In our example, we could use matching in lieu of an RCT. Namely, we would gather (observational) data from various individuals, and we would look for pairs of people who are similar in all aspects (e.g. age, diet, sleep patterns, amount of free time…) except for their exercise habits. These extra variables would help us control for confounders. With this data, we would compare the mood of these pairs to answer our question. Much simpler! Let’s take a look:
|Hours of Sleep
|Free Time (hours)
Take the illustrative table above. We could match 3 pairs of subjects based on all variables except exercise. Can you see a pattern in terms of mood?
By comparing these matched pairs, we could estimate the causal effect of exercise on mood, answering our question through counterfactual causal inference. A (very specific and simplified) counterfactual answer would be “if May exercised 4 hours per week, her mood would be ~2 points higher”.
In this article, we’ve explored the world of causal inference. While correlation can give us valuable clues, it’s through causal inference that we come closer to understanding the “why” behind phenomena. Understanding causality is crucial for making informed decisions and implementing effective interventions in diverse fields.
We’ve seen how RCTs are the gold standard for causal inference, but that they’re not always possible. In those cases, we can use counterfactual causal inference.
Counterfactual causal inference is used in healthcare (to estimate the effect of a treatment), education (to determine the efectiveness of a new curriculum), technology (to see how users react to a new feature), and many other fields.
“He who’s been able to learn the causes of things is happy,
and has set all fear, and unrelenting fate, and the noise
of greedy Acheron, under his feet.”
“Felix qui potuit rerum cognoscere causas
Atque metus omnes, et inexorabile fatum
Subjecit pedibus, strepitumque Acherontis avari.”
This quote from Virgil (29 BCE) reminds us that the quest to understand the “causes of things” is not just an academic exercise; it’s an ancient human pursuit that can bring us closer to a harmonious understanding of our world and our place in it.
That’s it for today!
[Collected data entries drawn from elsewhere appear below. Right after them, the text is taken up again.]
import { existsSync, readFileSync, writeFileSync } from 'node:fs';
import { join } from 'node:path';
import { describe, expect, it } from 'vitest';
import { explainSchema } from '../../src/report/explainSchema.ts';
import { folderWithDemo, namesIn, PROBLEM_SHAPE, run, STACK_LINE } from './program.ts';

const folder = folderWithDemo();
const house = 'data/demo/house.yaml';
const at = (name: string) => join(folder, name);
const explain = (time: string, ...more: string[]) => run(folder, 'explain', house, '--at', time, ...more);

describe('explain on the demo', () => {
  it('prints the chain of the hour in the order of the model, within 80 columns', async () => {
    const { code, stdout, stderr } = await explain('2025-01-14T06:00');
    expect({ code, stderr }).toEqual({ code: 0, stderr: '' });
    const titles = [
      'Outdoor air',
      'Need of the rooms',
      'Hot water',
      'Flow temperature',
      'Map of the unit',
      'Frost loss',
    ];
    const places = [...titles, 'Backup', 'Pump, standby', 'Electricity and fuel', 'Cost and carbon'].map((title) =>
      stdout.indexOf(`\n${title}`),
    );
    expect(places).toEqual([...places].sort((a, b) => a - b));
    expect(places[0]).toBeGreaterThan(0);
    for (const line of stdout.split('\n')) expect([...line].length, line).toBeLessThanOrEqual(80);
  });

  it('can be checked by hand: 195 W/K from base to outdoor temperature', async () => {
    const { stdout } = await explain('2025-01-14T06:00');
    const shown = (label: string) =>
      Number(new RegExp(`^  ${label} +(\\S+)`, 'm').exec(stdout)?.[1]?.replace('−', '-'));
    expect(shown('heat loss')).toBe(195);
    const byHand = 0.195 * (shown('base temperature') - shown('outdoor temperature'));
    // figures of six digits: a few units of the sixth
    expect(Math.abs(byHand / shown('space-heat need Q') - 1)).toBeLessThan(1e-5);
  });

  it('has the same digits as the hourly table of simulate', async () => {
    const { stdout } = await explain('2025-01-14T06:00', '--json', '-');
    const { stages } = explainSchema.parse(JSON.parse(stdout));
    const simulated = await run(folder, 'simulate', house, '--hourly', 'hours.csv');
    expect(simulated.code).toBe(0);
    const [header = '', ...rows] = readFileSync(at('hours.csv'), 'utf8').split('\n');
    const cells = rows.find((row) => row.startsWith('2025-01-14T06:00'))!.split(',');
    const byName = new Map(header.split(',').map((name, i) => [name.replace(/ \[.*/, ''), cells[i]]));
    const figures = stages.flatMap((stage) => stage.figures).filter(({ name }) => byName.has(name));
    expect(figures.length).toBeGreaterThan(20);
    for (const { name, value } of figures) expect(String(value), name).toBe(byName.get(name));
  });

  it('writes the same document to a file and to standard output', async () => {
    const { code, stdout } = await explain('2025-07-01T12:00', '--json', 'hour.json');
    expect(code).toBe(0);
    expect(stdout).toContain('One hour of');
    const printed = await explain('2025-07-01T12:00', '--json', '-');
    expect(readFileSync(at('hour.json'), 'utf8')).toBe(printed.stdout);
  });

  it('takes an offset at its word, and a time within an hour as that hour, and says so', async () => {
    const plain = await explain('2025-07-01T12:00');
    expect((await explain('2025-07-01T10:00Z')).stdout).toBe(plain.stdout);
    const within = await explain('2025-07-01T12:40');
    expect(within.code).toBe(0);
    expect(within.stdout.replace(/\s+/g, ' ')).toContain('2025-07-01T12:40 lies within this hour');
  });
});

describe('explain refuses', () => {
  it.each([
    ['2025-10-26T02:00', '2025-10-26T02:00+02:00 for the first or 2025-10-26T02:00+01:00 for the second'],
    ['2025-03-30T02:00', 'the hour after it is 2025-03-30T03:00'],
    ['2024-01-14T06:00', 'not in the calendar year of the scenario, 2025'],
    ['2026-01-01T00:30+01:00', 'not in the calendar year of the scenario, 2025'],
    ['2025-01-01T00:30+02:00', 'not among the simulated hours'],
    ['tomorrow', 'no date with a time of day'],
  ])('the time %s, in two lines, and writes nothing', async (time, says) => {
    const before = namesIn(folder);
    const { code, stdout, stderr } = await explain(time, '--json', 'never.json');
    expect({ code, stdout }).toEqual({ code: 2, stdout: '' });
    expect(stderr).toMatch(PROBLEM_SHAPE);
    expect(stderr).toContain(says);
    expect(namesIn(folder)).toEqual(before);
  });

  it('to guess the hour', async () => {
    const { code, stdout, stderr } = await run(folder, 'explain', house);
    expect({ code, stdout }).toEqual({ code: 2, stdout: '' });
    expect(stderr).toMatch(PROBLEM_SHAPE);
    expect(stderr).toContain('--at TIME is missing');
  });

  it('a scenario with faults', async () => {
    const text = readFileSync(at(house), 'utf8');
    writeFileSync(at('data/demo/wrong.yaml'), text.replace('value: 195', 'value: -195'));
    const { code, stdout, stderr } = await run(folder, 'explain', 'data/demo/wrong.yaml', '--at', '2025-01-14T06:00');
    expect({ code, stdout }).toEqual({ code: 2, stdout: '' });
    expect(stderr).toMatch(PROBLEM_SHAPE);
    expect(stderr).not.toMatch(STACK_LINE);
    expect(stderr).toContain('wrong.yaml:');
  });

  it('to write its result over the scenario, or into a folder', async () => {
    const over = await explain('2025-01-14T06:00', '--json', house);
    expect(over.code).toBe(2);
    expect(over.stderr).toContain('the result would be written over this file');
    expect(readFileSync(at(house), 'utf8')).toContain('INVENTED');
    const folderAsFile = await explain('2025-01-14T06:00', '--json', 'data');
    expect(folderAsFile.code).toBe(3);
    expect(existsSync(at('data/demo'))).toBe(true);
  });
});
In the next article, we’ll learn about bootstrapping and simulation-based inference.
Fun project: Spurious correlations is a project by Tyler Vigen that showcases strong (but spurious) correlations between seemingly unrelated variables like the number of people who drowned by falling into a pool and the number of films Nicolas Cage appeared in each year.
Podcast: Alan Hájek on puzzles and paradoxes in probability and expected value — 80,000 Hours Podcast (2022). A deeply interesting discussion on probability, expected value, and counterfactuals. The discussion delves (starting in the 02:16:38 mark) into the nuances of counterfactual reasoning, and the need for precision in establishing logical rules for them. Hájek argues that most counterfactuals are essentially false but “approximately true and close enough to the truth that they convey useful information”.
Academic paper: Causal inference based on counterfactuals — Höfler (2005). A quick overview on the counterfactual and related approaches. Reviews imperfect experiments, adjustment for confounding, time-varying exposures, competing risks and the probability of causation.
Book: The Book of Why — Judea Pearl (2018). A deep dive into the science of causal inference and discovery, exploring theories, methods, and real-world applications. Pearl argues that all potential outcomes can be derived from Structural Equation Models, and lays out the problems with other approaches like matching.
Sadly, there are far too many real examples of unethical research. See the Tuskegee syphilis experiment, the Guatemala syphilis experiments, or the many examples of pharmaceutical companies failing to respect the core principles of ethical research in African countries. Counterfactual causal inference methods can offer an alternative when conducting an RCT is ethically problematic.